Designer Emilie Helmstedt takes a bow at the Helmstedt show during Copenhagen Fashion Week on February 2. The event has dramatically improved its already impressive green credentials.

Designer Emilie Helmstedt takes a bow at the Helmstedt show during Copenhagen Fashion Week on February 2. The event has dramatically improved its already impressive green credentials.Credit:Getty

“There’s a big picture thing here about responsibility,” says Australian author Clare Press, a member of Copenhagen Fashion Week’s advisory board. “Representation matters; climate action matters. Fashion weeks aren’t just about showing collections to buyers these days.”

“We’ve spent too long considering sustainability as an optional extra.”

With the United Nations reporting that fashion contributes up to 10 per cent of global carbon emissions, the Danish fashion showcase now demands participating labels use 50 per cent certified deadstock, upcycled, recycled, preferred or new-generation materials in their collections.

Commitments to diverse model casting, refusing to destroy unsold stock and runway sets that are zero waste, are minimum requirements for participation.

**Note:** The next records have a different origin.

class _Recent:
    """The most recently used entries, at most ``size`` of them and about ``budget_bytes`` of numpy arrays."""

    def __init__(self, size: int, budget_bytes: int) -> None:
        self.size, self.budget_bytes = size, budget_bytes
        self.entries: OrderedDict = OrderedDict()
        self.bytes: dict = {}

    def get(self, key, build):
        """``entries[key]``, built on a miss."""
        if key in self.entries:
            self.entries.move_to_end(key)
            return self.entries[key]
        self.entries[key] = value = build()
        self.grown(key)
        return value

    def grown(self, key) -> None:
        """Entry ``key`` has a new size; the least recently used entries go while there are too many."""
        self.bytes[key] = _array_bytes(self.entries[key])
        while len(self.entries) > 1 and (len(self.entries) > self.size or sum(self.bytes.values()) > self.budget_bytes):
            del self.bytes[self.entries.popitem(last=False)[0]]


class Reuse:
    """Work shared by estimates of many boards built from one template (see :mod:`emispec.ensemble`).

    A source equal to one of an earlier board, with the same path, rail and
    limit objects, has the same harmonics, path gains and line spectrum; they
    are looked up here instead of computed again.  Sources compare by value,
    so one that comes back (a value of one key recurring while another key
    varies) finds its lines again.  What the receiver reads of a source's
    spread lines at each tuning frequency is kept too, so those lines are read
    only at points they were not read at before.  A point's reading depends on
    nothing but the lines and the point (:func:`emispec.receiver.sweep`), so
    results are identical to estimates without it.
    """

    def __init__(self, size: int = 64, budget_bytes: int = 256 << 20) -> None:
        # a count and a size: a spread source that a study moves in every sample makes a new part and a new
        # entry of readings each time (tens of MB for a 250-harmonic clock), and none of them comes back
        self._parts = _Recent(size, budget_bytes)
        self._readings = _Recent(size, budget_bytes)  # (id(lines), detectors) -> [lines, sorted points, readings]

    def part(self, board: Board, source: Source, lo: float, hi: float) -> _SourcePart:
        deps = (board.limit, board.rails.get(source.rail), *(board.paths[p] for p in source.paths))
        key = (_value_key(source), tuple(id(d) for d in deps), lo, hi)
        # the entry holds what its key names by identity, so no id is reused while it lives
        return self._parts.get(key, lambda: (source, deps, _source_part(board, source, lo, hi)))[2]

    def read(self, lines: SourceLines, points: np.ndarray, detectors) -> dict[str, np.ndarray]:
        """What each detector reads of ``lines`` at ``points``, as :func:`emispec.readings.sweep_lines` returns
        it (remembered for spread lines, whose readings are the costly ones)."""
        if not lines.modulated:
            return sweep_lines(lines, points, detectors)
        detectors = tuple(detectors)
        key = (id(lines), detectors)
        entry = self._readings.get(key, lambda: [lines, np.array([]), {d: np.array([]) for d in detectors}])
        _, known, values = entry
        order = np.argsort(points, kind="stable")
        sorted_points = points[order]
        where = np.minimum(np.searchsorted(known, sorted_points), max(known.size - 1, 0))
        seen = (known[where] == sorted_points) if known.size else np.zeros(points.size, bool)
        new = np.unique(sorted_points[~seen])
        if new.size:
            fresh = sweep_lines(lines, new, detectors)
            at = np.searchsorted(known, new)  # both sorted: inserting keeps the order without sorting again
            entry[1] = known = np.insert(known, at, new)
            entry[2] = values = {d: np.insert(values[d], at, fresh[d]) for d in detectors}
            self._readings.grown(key)
            where = np.searchsorted(known, sorted_points)
        out = {}
        for d in detectors:
            out[d] = np.empty(points.size)
            out[d][order] = values[d][where]
        return out


def _array_bytes(value, depth: int = 3) -> int:
    """Bytes of the numpy arrays in ``value``: inside lists, tuples, dicts and dataclasses, ``depth`` levels down."""
    if isinstance(value, np.ndarray):
        return value.nbytes
    if depth == 0:
        return 0
    if isinstance(value, dict):
        value = value.values()
    elif hasattr(value, "__dataclass_fields__"):
        value = [getattr(value, name) for name in value.__dataclass_fields__]
    elif not isinstance(value, (list, tuple)):
        return 0
    return sum(_array_bytes(v, depth - 1) for v in value)


def _value_key(source: Source):
    """A source by its values where it can be hashed (a value that comes back finds its part again), else by
    identity."""
    try:
        hash(source)
    except TypeError:
        return ("id", id(source))
    return source


def _phase(harmonics: dict[str, np.ndarray]) -> np.ndarray:
    """Unit phasors of the source's first quantity: the voltage of a clock, the current of a pulse train."""
    primary = np.where(np.isfinite(harmonics["voltage"]), harmonics["voltage"], harmonics["current"])
    return np.exp(1j * np.angle(primary))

“Thinking back 10 years, no one really noticed if a fashion week was wasteful and excessive – although I’m sure it was,” Press, founder of The Wardrobe Crisis podcast, says. “Remember the Chanel spaceship? There’s more scrutiny today.”

“I’d love to see Australian fashion events adopt these or similar criteria.”

Copenhagen Fashion Week chief executive Cecilie Thorsmark guided the Danish fashion industry through the changes over three years, with only one label failing to make the cut this season. Kit Willow, the designer of sustainable fashion brand Kit X is ready for Australian labels to start a similar journey towards environmental responsibility.